Naira vs. Cedi vs. Rand: How Nigeria’s Currency Performed Against African Peers in 2025
As we wrap up the financial year and head into 2026, the Nigerian Naira (NGN) has been a subject of intense scrutiny. However, to truly understand the Naira’s health, we must look beyond the US Dollar and see how it fares against its continental “siblings”—the Ghanaian Cedi (GHS) and the South African Rand (ZAR).
The year 2025 was a year of “The Great Rebound” for some and “Continued Struggle” for others.
1. Naira vs. Ghanaian Cedi (NGN/GHS)
Ghana and Nigeria often share similar economic patterns. In 2025, the Ghanaian Cedi faced significant pressure due to debt restructuring and inflation.
- Performance: The Naira managed to gain some ground against the Cedi. While 1 Cedi was worth significantly more at the start of the year, the stability of the Naira in the second half of 2025 saw the exchange rate balance out at approximately 1 NGN to 0.0072 GHS by December 31st.
- The Verdict: The Naira showed more resilience in late 2025 compared to the Cedi, largely due to Nigeria’s rising foreign reserves which hit $45.48 billion.
2. Naira vs. South African Rand (NGN/ZAR)
The South African Rand remains one of the most traded and volatile currencies on the continent. In 2025, the Rand benefited from a global surge in gold and platinum prices.
- Performance: The Rand maintained a position of strength over the Naira. Currently, the exchange rate sits at approximately 1 Rand to ₦78 – ₦82.
- The Verdict: South Africa’s more diversified economy gave the Rand an edge. However, the gap is narrowing as Nigeria’s inflation drops to 14.45%, making the Naira more attractive for intra-African trade.
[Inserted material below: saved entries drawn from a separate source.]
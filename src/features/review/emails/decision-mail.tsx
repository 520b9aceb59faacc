import { EmailFrame, EmailText } from "@/components/email-frame";

/** Tells the person that a decision is there; what it says stays in the journal. */
export function DecisionMail({ number, href }: Readonly<{ number: number; href: string }>) {
  return (
    <EmailFrame
      preview="Your educator has looked at your proposal."
      heading={`Your educator has decided on version ${number}`}
      link={{ href, label: "Read the decision" }}
      foot="You get this because you asked your educator to review a version. It holds no settings and no glucose values on purpose."
    >
      <EmailText>The decision and the remarks are in your journal.</EmailText>
    </EmailFrame>
  );
}
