import { describe, expect, it } from "vitest";
import { estimateDailyDose } from "./daily-dose";
import { fractionOf, toNumber } from "./fraction";

describe("the total daily dose of the new setup", () => {
  it.each([
    ["80 kg and 40 U (settings.md 3.2, computed there)", 80, 40, 30, 40, 30, 35],
    ["71 kg and 40 U (content.md 13)", 71, 40, 30, 35.5, 30, 32.75],
    ["weight gives the smaller one", 50, 40, 30, 25, 25, 27.5],
  ])("%s", (_who, weightKg, dailyDoseUnits, fromPresent, fromWeight, cautious, standard) => {
    const dose = estimateDailyDose(weightKg, { route: "injections", dailyDoseUnits });
    expect(dose).toMatchObject({
      fromPresent: fractionOf(fromPresent),
      fromWeight: fractionOf(fromWeight),
      cautious: fractionOf(cautious),
      standard: fractionOf(standard),
    });
  });

  it("carries a pump's dose over unchanged", () => {
    const dose = estimateDailyDose(80, { route: "pump", dailyDoseUnits: 38.4 });
    expect(dose).toMatchObject({ cautious: fractionOf(38.4), standard: fractionOf(38.4), present: fractionOf(38.4) });
    expect(dose.inputs.injectionsDailyDose).toBeUndefined();
  });

  it("knows body weight in pounds too: 80 kg are 176.37 lb", () => {
    const { inputs } = estimateDailyDose(80, { route: "injections", dailyDoseUnits: 40 });
    expect(toNumber(inputs.weightPounds ?? fractionOf(0))).toBeCloseTo(176.37, 2);
  });
});
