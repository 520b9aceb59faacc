import { MGDL_PER_MMOL, type GlucoseUnit } from "@/domain/units";
import { fractionOf, times, toNumber } from "./fraction";
import type { MethodPopulation } from "./method";
import type { Provenance } from "./provenance";
import { roundToStep, weakerRounding } from "./rounding";
import type { StartingProfileAnswer } from "./starting-answer";

/**
 * Target of the first days: the upper end of the usual clinic range. No source
 * that could be read gives a figure for it (settings.md 1.10 and 3.2 rule 7).
 */
export const STARTING_TARGET = {
  lowMgDl: 120,
  highMgDl: 130,
  label: "upper end of the usual range, for the first days",
  source: "a higher target in the first days",
  provenance: "CP",
} as const;

/** Published targets to show beside it: settings.md 1.10. */
export const PUBLISHED_TARGETS: ReadonlyArray<{
  id: string;
  label: string;
  lowMgDl: number;
  highMgDl: number;
  population: MethodPopulation;
  source: string;
  provenance: Provenance;
}> = [
  {
    id: "target-100-150",
    label: "goal of a correction, adults; upper end where lows are frequent",
    lowMgDl: 100,
    highMgDl: 150,
    population: "adult",
    source: "Joslin blog 2013",
    provenance: "R",
  },
  {
    id: "target-4-7-mmol",
    label: "4.0 to 7.0 mmol/L, children",
    lowMgDl: 72,
    highMgDl: 126,
    population: "child",
    source: "Royal Children's Hospital Melbourne",
    provenance: "R",
  },
  {
    id: "target-4.5-5.5-mmol",
    label: "4.5 to 5.5 mmol/L in a calculator, children over 5 years",
    lowMgDl: 81,
    highMgDl: 99,
    population: "child",
    source: "Perth children's hospital parent guide",
    provenance: "R",
  },
];

/**
 * The starting target as a device in the person's unit can hold it, never below
 * the figure itself: for mmol/L up to the next tenth, then to a whole mg/dL.
 */
export function startingTarget(unit: GlucoseUnit): { lowMgDl: number; highMgDl: number } {
  const { lowMgDl, highMgDl } = STARTING_TARGET;
  if (unit === "mg/dL") return { lowMgDl, highMgDl };
  const tenthOfMmol = times(fractionOf(MGDL_PER_MMOL), fractionOf(0.1));
  const up = (glucoseMgDl: number) => {
    const onTenth = roundToStep(fractionOf(glucoseMgDl), weakerRounding("target", tenthOfMmol));
    return toNumber(roundToStep(onTenth, weakerRounding("target", fractionOf(1))));
  };
  return { lowMgDl: up(lowMgDl), highMgDl: up(highMgDl) };
}

/** The target of both presets with the published ones for these people beside it. */
export function startingTargetSection(
  unit: GlucoseUnit,
  populations: ReadonlyArray<MethodPopulation>,
): StartingProfileAnswer["target"] {
  const target = startingTarget(unit);
  return {
    methods: PUBLISHED_TARGETS.filter(({ population }) => populations.includes(population)).map(
      ({ population: _population, ...published }) => published,
    ),
    cautious: target,
    standard: target,
    source: STARTING_TARGET.source,
    provenance: STARTING_TARGET.provenance,
  };
}
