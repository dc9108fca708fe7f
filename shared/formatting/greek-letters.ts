/** A Greek letter: its sign, its English name, and its LaTeX as an italic quantity symbol. */
export interface GreekLetter {
  readonly sign: string;
  readonly name: string;
  readonly latex: string;
}

const SMALL =
  'α alpha,β beta,γ gamma,δ delta,ε epsilon varepsilon,ζ zeta,η eta,θ theta,ι iota,κ kappa,λ lambda,μ mu,ν nu,ξ xi,ο omicron mathit{o},π pi,ρ rho,σ sigma,τ tau,υ upsilon,φ phi varphi,χ chi,ψ psi,ω omega';
const CAPITAL =
  'Α Alpha mathit{A},Β Beta mathit{B},Γ Gamma varGamma,Δ Delta varDelta,Ε Epsilon mathit{E},Ζ Zeta mathit{Z},Η Eta mathit{H},Θ Theta varTheta,Ι Iota mathit{I},Κ Kappa mathit{K},Λ Lambda varLambda,Μ Mu mathit{M},Ν Nu mathit{N},Ξ Xi varXi,Ο Omicron mathit{O},Π Pi varPi,Ρ Rho mathit{P},Σ Sigma varSigma,Τ Tau mathit{T},Υ Upsilon varUpsilon,Φ Phi varPhi,Χ Chi mathit{X},Ψ Psi varPsi,Ω Omega varOmega';

/** Both alphabets, each in its order. */
export const GREEK_LETTERS: readonly GreekLetter[] = `${SMALL},${CAPITAL}`.split(',').map((entry) => {
  const [sign = '', name = '', latex = name] = entry.split(' ');
  return { sign, name, latex: `\\${latex}` };
});

/** Other signs for the same letter: the micro and ohm signs, and the second forms of some letters. */
const VARIANTS: Readonly<Record<string, string>> = {
  µ: 'μ',
  '\u2126': 'Ω',
  ϑ: 'θ',
  ϕ: 'φ',
  ϵ: 'ε',
  ϱ: 'ρ',
  ς: 'σ',
  ϖ: 'π',
  ϰ: 'κ',
};

const BY_TEXT: ReadonlyMap<string, GreekLetter> = new Map(
  GREEK_LETTERS.flatMap((letter) => [
    [letter.sign, letter],
    [letter.name, letter],
  ]),
);

/**
 * The Greek letter that a text is: its sign, a second form of it, or its English name.
 *
 * @example findGreekLetter('theta')?.sign // => 'θ'
 * @example findGreekLetter('ϕ')?.name // => 'phi'
 * @example findGreekLetter('x') // => null
 */
export function findGreekLetter(text: string): GreekLetter | null {
  return BY_TEXT.get(VARIANTS[text] ?? text) ?? null;
}
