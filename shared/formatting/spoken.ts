import { findNamedUnit } from '#shared/units/find-named-unit.ts';
import type { UnitFactor } from '#shared/units/unit.ts';
import type { RoundingRule } from './rounded.ts';
import { scalarFigures, type SiValue } from './scalar-figures.ts';
import { requireUnit } from './unit-text.ts';

/**
 * A value in words, for screen readers: `46.4 plus or minus 0.4 centimetres`.
 *
 * @param scalar - in coherent SI
 * @param unit - unit to say it in, as the register has it
 * @throws RangeError when the unit is none
 * @example spokenScalar({ value: 0.4637, u: 0.0039 }, 'cm', 'one or two digits') // => '46.4 plus or minus 0.4 centimetres'
 */
export function spokenScalar(scalar: SiValue, unit: string, rule: RoundingRule, morePlaces = 0): string {
  const figures = scalarFigures(scalar, requireUnit(unit), rule, morePlaces);
  if (figures === null) return 'not a number';
  const u = figures.u === null ? '' : ` plus or minus ${figures.u}`;
  const power = figures.power === 0 ? '' : `, times ten to the ${spokenSign(String(figures.power))}`;
  const words = spokenUnit(unit, figures.value !== '1' || u !== '');
  return `${spokenSign(figures.value)}${u}${power}${words === '' ? '' : ` ${words}`}`;
}

/**
 * A unit in words: `centimetres`, `metres per second squared`; nothing for a pure number.
 *
 * @param plural - of the first unit
 * @throws RangeError when the text is no unit
 * @example spokenUnit('m/s^2', true) // => 'metres per second squared'
 * @example spokenUnit('°', false) // => 'degree'
 */
export function spokenUnit(unit: string, plural: boolean): string {
  const { factors } = requireUnit(unit);
  const above = factors.filter(({ power }) => power.n > 0n);
  const below = factors.filter(({ power }) => power.n < 0n);
  const top = above.map((factor, i) => spokenFactor(factor, plural && i === above.length - 1));
  const bottom = below.map((factor) => `per ${spokenFactor(factor, false)}`);
  return [...top, ...bottom].join(' ');
}

function spokenFactor({ prefix, name, power }: UnitFactor, plural: boolean): string {
  const named = findNamedUnit(prefix + name);
  const word = (named?.prefix?.spoken ?? '') + ((plural ? named?.unit.plural : named?.unit.singular) ?? name);
  const size = power.n < 0n ? -power.n : power.n;
  if (power.d !== 1n) return `${word} to the ${size} over ${power.d}`;
  if (size === 1n) return word;
  const dimension = named?.unit.names[0] === 'm' ? (['square ', 'cubic '][Number(size) - 2] ?? '') : '';
  if (dimension !== '') return dimension + word;
  return size === 2n ? `${word} squared` : size === 3n ? `${word} cubed` : `${word} to the ${size}`;
}

function spokenSign(figures: string): string {
  return figures.replace('-', 'minus ');
}
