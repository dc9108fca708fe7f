/** How single definition rows are written inside a step. */
import { randomUUID } from 'node:crypto';
import type { Transaction } from 'sequelize';
import type { Claim, Evidence } from '#shared/evidence/evidence.ts';
import type { DefinitionTable } from '#shared/contracts/evidence.ts';
import type { EvidenceChange } from '#shared/contracts/evidence-changes.ts';
import type { Task } from '#shared/contracts/teams.ts';
import type { Database } from '#server/database/database.ts';
import { changedMeanwhile, notFound } from '#server/errors/refusals.ts';
import type { DefinitionModel } from './model.ts';
import type { StepDraft } from './service.ts';

export type DefinitionRow = Evidence[DefinitionTable][number];

/** A change of a definition; the row must be of that table, which the schema of its endpoint has seen to. */
function toChange(table: DefinitionTable, id: string, row: DefinitionRow | null): EvidenceChange {
  return { table, id, row } as EvidenceChange;
}

/** The next place in a table. Removed rows keep theirs, so that a number or letter is never given twice. */
export async function nextPosition(
  database: Database,
  table: DefinitionTable,
  problemId: string,
  transaction: Transaction,
): Promise<number> {
  const last = await database.models.definitions[table].max<number | null, DefinitionModel>('position', {
    where: { problemId },
    transaction,
  });
  return (last ?? 0) + 1;
}

export async function insertContent(
  database: Database,
  problemId: string,
  table: DefinitionTable,
  placed: { readonly row: DefinitionRow; readonly position: number },
  draft: StepDraft,
): Promise<void> {
  const { row, position } = placed;
  await database.models.definitions[table].create(
    { problemId, id: row.id, position, content: JSON.stringify(row) },
    { transaction: draft.transaction },
  );
  draft.change(toChange(table, row.id, row), null, 1);
}

/** Replaces a row's content; `ifMatch`, where given, is the version it must have. Returns its new version. */
export async function replaceContent(
  database: Database,
  problemId: string,
  table: DefinitionTable,
  row: DefinitionRow,
  draft: StepDraft,
  ifMatch?: number,
): Promise<number> {
  const before = getRow(draft.evidence, table, row.id);
  const version = draft.rowVersions[row.id] ?? 0;
  if (ifMatch !== undefined && ifMatch !== version) throw changedMeanwhile();
  await database.models.definitions[table].update(
    { content: JSON.stringify(row), rowVersion: version + 1 },
    { where: { problemId, id: row.id }, transaction: draft.transaction },
  );
  draft.change(toChange(table, row.id, row), before, version + 1);
  return version + 1;
}

export async function removeRow(
  database: Database,
  problemId: string,
  table: DefinitionTable,
  id: string,
  draft: StepDraft,
): Promise<void> {
  const before = getRow(draft.evidence, table, id);
  await database.models.definitions[table].update(
    { removedAt: draft.at },
    { where: { problemId, id }, transaction: draft.transaction },
  );
  draft.change(toChange(table, id, null), before);
}

/** The row as it stands, or 404. */
export function getRow(evidence: Evidence, table: DefinitionTable, id: string): DefinitionRow {
  const rows: readonly DefinitionRow[] = evidence[table];
  const row = rows.find((candidate) => candidate.id === id);
  if (!row) throw notFound('This is not here any more. Somebody may have removed it.');
  return row;
}

/** The claim that a task of the problem begins as. */
export function claimForTask(task: Task, n: number, at: string): Claim {
  return { id: randomUUID(), n, text: task.text, test: null, task: task.id, declaredAt: at };
}

export async function addClaimForTask(
  database: Database,
  problemId: string,
  task: Task,
  draft: StepDraft,
): Promise<void> {
  const position = await nextPosition(database, 'claims', problemId, draft.transaction);
  const row = claimForTask(task, position, draft.at);
  await insertContent(database, problemId, 'claims', { row, position }, draft);
}
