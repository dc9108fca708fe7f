import { groupDigits } from './digit-groups.ts';
import { scalarFigures, type SiValue } from './scalar-figures.ts';
import type { RoundingRule } from './rounded.ts';
import { unitGapLatex, unitToLatex } from './unit-latex.ts';
import { requireUnit } from './unit-text.ts';

/** Which parts of a value are set. */
export type LatexForm = 'value and uncertainty' | 'concise' | 'value' | 'figures';

/**
 * A value in LaTeX: `46.4\pm 0.4\,\mathrm{cm}`, `46.4(4)\,\mathrm{cm}`, `46.4\,\mathrm{cm}` or `46.4`.
 *
 * @param scalar - in coherent SI
 * @param unit - unit to show it in, as the register has it
 * @throws RangeError when the unit is none
 * @example scalarToLatex({ value: 0.4637, u: 0.0039 }, 'cm', 'one or two digits', 'value') // => '46.4\\,\\mathrm{cm}'
 * @example scalarToLatex({ value: 0.6632, u: 0.0087 }, '°', 'one or two digits', 'value') // => '38.0^{\\circ}'
 */
export function scalarToLatex(
  scalar: SiValue,
  unit: string,
  rule: RoundingRule,
  form: LatexForm,
  morePlaces = 0,
): string {
  const figures = scalarFigures(scalar, requireUnit(unit), rule, morePlaces);
  if (figures === null) return '\\text{not a number}';
  const value = figuresToLatex(figures.value);
  const power = figures.power === 0 ? '' : `\\times 10^{${figures.power}}`;
  if (form === 'figures') return value + power;
  const tail = power + unitGapLatex(unit) + unitToLatex(unit);
  if (figures.u === null || form === 'value') return value + tail;
  if (form === 'concise') return `${value}(${figures.lastDigits})${tail}`;
  const both = `${value}\\pm ${figuresToLatex(figures.u)}`;
  return (power === '' ? both : `(${both})`) + tail;
}

/**
 * Plain figures in LaTeX: groups of three by thin spaces, the sign as a sign and not an operation.
 *
 * @example figuresToLatex('-12345.6') // => '{-}12\\,345.6'
 */
export function figuresToLatex(figures: string): string {
  return groupDigits(figures, '\\,').replace('−', '{-}');
}
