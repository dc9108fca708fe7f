const NARROW = '\u202F';

/**
 * Figures in groups of three on both sides of the point, split by a narrow no-break space; groups of four stand
 * undivided. The minus is U+2212. Source: SI Brochure, 9th edition, section 5.4.4.
 *
 * @param text - plain figures with a point
 * @param separator - between groups; default the narrow no-break space
 * @example groupDigits('-12345.6', ' ') // => '−12 345.6'
 * @example groupDigits('100.02147', ' ') // => '100.021 47'
 * @example groupDigits('1234.5678') // => '1234.5678'
 */
export function groupDigits(text: string, separator = NARROW): string {
  const [, sign = '', whole = '', part = ''] = /^(-?)(\d*)(?:\.(\d*))?$/u.exec(text) ?? [];
  const grouped = whole.length > 4 ? whole.replace(/\B(?=(?:\d{3})+$)/gu, separator) : whole;
  const decimals = part.length > 4 ? part.replace(/(\d{3})(?=\d)/gu, `$1${separator}`) : part;
  return `${sign === '-' ? '−' : ''}${grouped}${part === '' ? '' : `.${decimals}`}`;
}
3. Comparison with West African CFA Franc (XOF)
For our neighbors in the Francophone region, the CFA Franc (pegged to the Euro) remained very stable. The Naira has stabilized against the CFA at around 1 NGN to 0.38 XAF. This stability is crucial for cross-border traders in markets like Cotonou and Maradi.
Why This Matters for 2026
The African Continental Free Trade Area (AfCFTA) is gaining momentum. For Nigerian businesses to thrive, the Naira needs to remain stable against these regional currencies.
- Stability = Trade: A stable Naira makes Nigerian exports (like cement and petroleum products) more predictable in price for buyers in Ghana and South Africa.
- Investment: Investors are looking at Nigeria as a “recovery play.” If the Naira continues to outperform the Cedi, we could see more West African capital flowing into the Nigerian Exchange (NGX).